In your reply, write out each entry exactly as given.

══ Record set

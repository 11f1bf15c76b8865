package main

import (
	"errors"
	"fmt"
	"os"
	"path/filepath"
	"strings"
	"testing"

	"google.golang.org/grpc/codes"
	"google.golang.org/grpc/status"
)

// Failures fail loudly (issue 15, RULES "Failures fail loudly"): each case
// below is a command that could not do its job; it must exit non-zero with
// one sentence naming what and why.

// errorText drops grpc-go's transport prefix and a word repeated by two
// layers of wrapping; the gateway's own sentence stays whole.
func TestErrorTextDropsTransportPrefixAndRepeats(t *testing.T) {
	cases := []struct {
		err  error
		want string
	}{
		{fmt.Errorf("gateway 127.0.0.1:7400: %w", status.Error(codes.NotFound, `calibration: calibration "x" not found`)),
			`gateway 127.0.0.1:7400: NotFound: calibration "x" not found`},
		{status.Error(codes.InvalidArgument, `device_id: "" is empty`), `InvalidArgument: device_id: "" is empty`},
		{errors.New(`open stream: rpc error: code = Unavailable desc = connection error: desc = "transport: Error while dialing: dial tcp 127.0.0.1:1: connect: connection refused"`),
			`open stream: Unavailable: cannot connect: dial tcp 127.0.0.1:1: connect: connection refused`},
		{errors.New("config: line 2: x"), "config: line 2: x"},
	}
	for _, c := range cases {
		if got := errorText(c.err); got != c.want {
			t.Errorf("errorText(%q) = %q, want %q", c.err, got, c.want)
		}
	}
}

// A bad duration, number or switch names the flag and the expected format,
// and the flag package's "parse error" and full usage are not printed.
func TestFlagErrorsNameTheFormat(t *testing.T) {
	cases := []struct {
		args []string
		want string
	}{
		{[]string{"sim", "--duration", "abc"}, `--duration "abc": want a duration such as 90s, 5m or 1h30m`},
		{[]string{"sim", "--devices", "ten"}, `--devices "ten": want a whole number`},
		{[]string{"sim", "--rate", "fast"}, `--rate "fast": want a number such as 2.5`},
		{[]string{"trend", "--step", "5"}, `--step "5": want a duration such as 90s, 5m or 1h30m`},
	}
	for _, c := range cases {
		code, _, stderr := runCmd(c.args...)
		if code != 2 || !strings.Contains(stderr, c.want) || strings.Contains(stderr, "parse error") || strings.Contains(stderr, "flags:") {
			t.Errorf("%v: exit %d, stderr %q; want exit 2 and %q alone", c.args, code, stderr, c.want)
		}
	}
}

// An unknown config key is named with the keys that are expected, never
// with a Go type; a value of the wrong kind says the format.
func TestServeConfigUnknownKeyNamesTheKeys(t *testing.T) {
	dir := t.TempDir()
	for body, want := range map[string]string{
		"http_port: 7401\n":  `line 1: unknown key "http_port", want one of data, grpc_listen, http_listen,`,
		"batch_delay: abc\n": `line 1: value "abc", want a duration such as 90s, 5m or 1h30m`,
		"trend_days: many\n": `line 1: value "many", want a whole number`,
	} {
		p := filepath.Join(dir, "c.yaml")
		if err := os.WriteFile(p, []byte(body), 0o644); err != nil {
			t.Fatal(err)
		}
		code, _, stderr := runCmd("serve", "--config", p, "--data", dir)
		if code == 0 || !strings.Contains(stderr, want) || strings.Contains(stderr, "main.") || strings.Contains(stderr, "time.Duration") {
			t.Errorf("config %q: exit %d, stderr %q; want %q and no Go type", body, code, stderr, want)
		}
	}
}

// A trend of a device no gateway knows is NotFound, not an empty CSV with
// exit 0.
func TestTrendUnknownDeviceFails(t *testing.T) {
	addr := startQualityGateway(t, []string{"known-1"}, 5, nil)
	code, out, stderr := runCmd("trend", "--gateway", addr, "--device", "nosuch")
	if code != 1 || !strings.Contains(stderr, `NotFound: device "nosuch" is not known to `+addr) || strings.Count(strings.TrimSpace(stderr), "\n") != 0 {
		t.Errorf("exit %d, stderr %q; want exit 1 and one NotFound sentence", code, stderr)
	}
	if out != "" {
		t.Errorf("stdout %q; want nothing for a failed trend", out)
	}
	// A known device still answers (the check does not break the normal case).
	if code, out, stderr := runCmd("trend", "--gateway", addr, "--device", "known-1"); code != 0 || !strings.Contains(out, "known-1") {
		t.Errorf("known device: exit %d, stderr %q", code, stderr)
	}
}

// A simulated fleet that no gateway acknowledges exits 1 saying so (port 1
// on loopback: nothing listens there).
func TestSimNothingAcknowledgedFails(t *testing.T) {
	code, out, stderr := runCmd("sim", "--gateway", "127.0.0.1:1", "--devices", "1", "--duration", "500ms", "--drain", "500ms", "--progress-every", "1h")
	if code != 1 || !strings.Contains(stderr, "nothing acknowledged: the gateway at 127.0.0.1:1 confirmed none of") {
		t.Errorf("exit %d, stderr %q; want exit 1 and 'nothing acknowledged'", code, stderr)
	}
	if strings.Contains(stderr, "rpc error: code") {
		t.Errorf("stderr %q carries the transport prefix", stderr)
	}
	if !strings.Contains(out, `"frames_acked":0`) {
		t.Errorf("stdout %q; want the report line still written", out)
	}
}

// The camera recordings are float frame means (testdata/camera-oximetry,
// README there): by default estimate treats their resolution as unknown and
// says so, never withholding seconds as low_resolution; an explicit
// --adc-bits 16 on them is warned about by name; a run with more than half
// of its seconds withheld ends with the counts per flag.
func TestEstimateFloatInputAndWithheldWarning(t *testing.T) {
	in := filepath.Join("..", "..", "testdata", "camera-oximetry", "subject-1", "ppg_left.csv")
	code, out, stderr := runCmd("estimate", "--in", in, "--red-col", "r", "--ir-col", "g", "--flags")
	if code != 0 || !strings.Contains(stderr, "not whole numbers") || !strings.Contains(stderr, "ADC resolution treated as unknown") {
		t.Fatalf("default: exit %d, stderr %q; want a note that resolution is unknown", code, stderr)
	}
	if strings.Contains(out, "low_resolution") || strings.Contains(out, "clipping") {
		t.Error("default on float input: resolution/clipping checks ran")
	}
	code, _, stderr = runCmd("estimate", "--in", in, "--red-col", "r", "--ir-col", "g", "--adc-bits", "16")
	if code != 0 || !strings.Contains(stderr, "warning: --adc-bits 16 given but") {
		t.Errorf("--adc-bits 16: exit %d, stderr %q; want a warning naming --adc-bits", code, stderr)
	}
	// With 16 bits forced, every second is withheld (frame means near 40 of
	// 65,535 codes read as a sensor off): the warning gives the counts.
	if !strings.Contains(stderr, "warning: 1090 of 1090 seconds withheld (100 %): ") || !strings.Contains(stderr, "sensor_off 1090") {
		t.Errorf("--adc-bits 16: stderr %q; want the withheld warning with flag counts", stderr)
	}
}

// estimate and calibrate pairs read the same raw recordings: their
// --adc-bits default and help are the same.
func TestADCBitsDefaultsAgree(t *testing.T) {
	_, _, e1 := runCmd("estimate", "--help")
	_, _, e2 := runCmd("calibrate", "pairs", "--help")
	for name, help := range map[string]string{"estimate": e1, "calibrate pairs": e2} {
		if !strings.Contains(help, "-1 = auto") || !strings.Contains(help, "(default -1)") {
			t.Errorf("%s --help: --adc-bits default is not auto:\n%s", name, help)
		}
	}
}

════

Completed exercise:
repository 11f1bf15c76b8865
package main

import (
	"errors"
	"fmt"
	"os"
	"path/filepath"
	"strings"
	"testing"

	"google.golang.org/grpc/codes"
	"google.golang.org/grpc/status"
)

// Failures fail loudly (issue 15, RULES "Failures fail loudly"): each case
// below is a command that could not do its job; it must exit non-zero with
// one sentence naming what and why.

// errorText drops grpc-go's transport prefix and a word repeated by two
// layers of wrapping; the gateway's own sentence stays whole.
func TestErrorTextDropsTransportPrefixAndRepeats(t *testing.T) {
	cases := []struct {
		err  error
		want string
	}{
		{fmt.Errorf("gateway 127.0.0.1:7400: %w", status.Error(codes.NotFound, `calibration: calibration "x" not found`)),
			`gateway 127.0.0.1:7400: NotFound: calibration "x" not found`},
		{status.Error(codes.InvalidArgument, `device_id: "" is empty`), `InvalidArgument: device_id: "" is empty`},
		{errors.New(`open stream: rpc error: code = Unavailable desc = connection error: desc = "transport: Error while dialing: dial tcp 127.0.0.1:1: connect: connection refused"`),
			`open stream: Unavailable: cannot connect: dial tcp 127.0.0.1:1: connect: connection refused`},
		{errors.New("config: line 2: x"), "config: line 2: x"},
	}
	for _, c := range cases {
		if got := errorText(c.err); got != c.want {
			t.Errorf("errorText(%q) = %q, want %q", c.err, got, c.want)
		}
	}
}

// A bad duration, number or switch names the flag and the expected format,
// and the flag package's "parse error" and full usage are not printed.
func TestFlagErrorsNameTheFormat(t *testing.T) {
	cases := []struct {
		args []string
		want string
	}{
		{[]string{"sim", "--duration", "abc"}, `--duration "abc": want a duration such as 90s, 5m or 1h30m`},
		{[]string{"sim", "--devices", "ten"}, `--devices "ten": want a whole number`},
		{[]string{"sim", "--rate", "fast"}, `--rate "fast": want a number such as 2.5`},
		{[]string{"trend", "--step", "5"}, `--step "5": want a duration such as 90s, 5m or 1h30m`},
	}
	for _, c := range cases {
		code, _, stderr := runCmd(c.args...)
		if code != 2 || !strings.Contains(stderr, c.want) || strings.Contains(stderr, "parse error") || strings.Contains(stderr, "flags:") {
			t.Errorf("%v: exit %d, stderr %q; want exit 2 and %q alone", c.args, code, stderr, c.want)
		}
	}
}

// An unknown config key is named with the keys that are expected, never
// with a Go type; a value of the wrong kind says the format.
func TestServeConfigUnknownKeyNamesTheKeys(t *testing.T) {
	dir := t.TempDir()
	for body, want := range map[string]string{
		"http_port: 7401\n":  `line 1: unknown key "http_port", want one of data, grpc_listen, http_listen,`,
		"batch_delay: abc\n": `line 1: value "abc", want a duration such as 90s, 5m or 1h30m`,
		"trend_days: many\n": `line 1: value "many", want a whole number`,
	} {
		p := filepath.Join(dir, "c.yaml")
		if err := os.WriteFile(p, []byte(body), 0o644); err != nil {
			t.Fatal(err)
		}
		code, _, stderr := runCmd("serve", "--config", p, "--data", dir)
		if code == 0 || !strings.Contains(stderr, want) || strings.Contains(stderr, "main.") || strings.Contains(stderr, "time.Duration") {
			t.Errorf("config %q: exit %d, stderr %q; want %q and no Go type", body, code, stderr, want)
		}
	}
}

// A trend of a device no gateway knows is NotFound, not an empty CSV with
// exit 0.
func TestTrendUnknownDeviceFails(t *testing.T) {
	addr := startQualityGateway(t, []string{"known-1"}, 5, nil)
	code, out, stderr := runCmd("trend", "--gateway", addr, "--device", "nosuch")
	if code != 1 || !strings.Contains(stderr, `NotFound: device "nosuch" is not known to `+addr) || strings.Count(strings.TrimSpace(stderr), "\n") != 0 {
		t.Errorf("exit %d, stderr %q; want exit 1 and one NotFound sentence", code, stderr)
	}
	if out != "" {
		t.Errorf("stdout %q; want nothing for a failed trend", out)
	}
	// A known device still answers (the check does not break the normal case).
	if code, out, stderr := runCmd("trend", "--gateway", addr, "--device", "known-1"); code != 0 || !strings.Contains(out, "known-1") {
		t.Errorf("known device: exit %d, stderr %q", code, stderr)
	}
}

// A simulated fleet that no gateway acknowledges exits 1 saying so (port 1
// on loopback: nothing listens there).
func TestSimNothingAcknowledgedFails(t *testing.T) {
	code, out, stderr := runCmd("sim", "--gateway", "127.0.0.1:1", "--devices", "1", "--duration", "500ms", "--drain", "500ms", "--progress-every", "1h")
	if code != 1 || !strings.Contains(stderr, "nothing acknowledged: the gateway at 127.0.0.1:1 confirmed none of") {
		t.Errorf("exit %d, stderr %q; want exit 1 and 'nothing acknowledged'", code, stderr)
	}
	if strings.Contains(stderr, "rpc error: code") {
		t.Errorf("stderr %q carries the transport prefix", stderr)
	}
	if !strings.Contains(out, `"frames_acked":0`) {
		t.Errorf("stdout %q; want the report line still written", out)
	}
}

// The camera recordings are float frame means (testdata/camera-oximetry,
// README there): by default estimate treats their resolution as unknown and
// says so, never withholding seconds as low_resolution; an explicit
// --adc-bits 16 on them is warned about by name; a run with more than half
// of its seconds withheld ends with the counts per flag.
func TestEstimateFloatInputAndWithheldWarning(t *testing.T) {
	in := filepath.Join("..", "..", "testdata", "camera-oximetry", "subject-1", "ppg_left.csv")
	code, out, stderr := runCmd("estimate", "--in", in, "--red-col", "r", "--ir-col", "g", "--flags")
	if code != 0 || !strings.Contains(stderr, "not whole numbers") || !strings.Contains(stderr, "ADC resolution treated as unknown") {
		t.Fatalf("default: exit %d, stderr %q; want a note that resolution is unknown", code, stderr)
	}
	if strings.Contains(out, "low_resolution") || strings.Contains(out, "clipping") {
		t.Error("default on float input: resolution/clipping checks ran")
	}
	code, _, stderr = runCmd("estimate", "--in", in, "--red-col", "r", "--ir-col", "g", "--adc-bits", "16")
	if code != 0 || !strings.Contains(stderr, "warning: --adc-bits 16 given but") {
		t.Errorf("--adc-bits 16: exit %d, stderr %q; want a warning naming --adc-bits", code, stderr)
	}
	// With 16 bits forced, every second is withheld (frame means near 40 of
	// 65,535 codes read as a sensor off): the warning gives the counts.
	if !strings.Contains(stderr, "warning: 1090 of 1090 seconds withheld (100 %): ") || !strings.Contains(stderr, "sensor_off 1090") {
		t.Errorf("--adc-bits 16: stderr %q; want the withheld warning with flag counts", stderr)
	}
}

// estimate and calibrate pairs read the same raw recordings: their
// --adc-bits default and help are the same.
func TestADCBitsDefaultsAgree(t *testing.T) {
	_, _, e1 := runCmd("estimate", "--help")
	_, _, e2 := runCmd("calibrate", "pairs", "--help")
	for name, help := range map[string]string{"estimate": e1, "calibrate pairs": e2} {
		if !strings.Contains(help, "-1 = auto") || !strings.Contains(help, "(default -1)") {
			t.Errorf("%s --help: --adc-bits default is not auto:\n%s", name, help)
		}
	}
}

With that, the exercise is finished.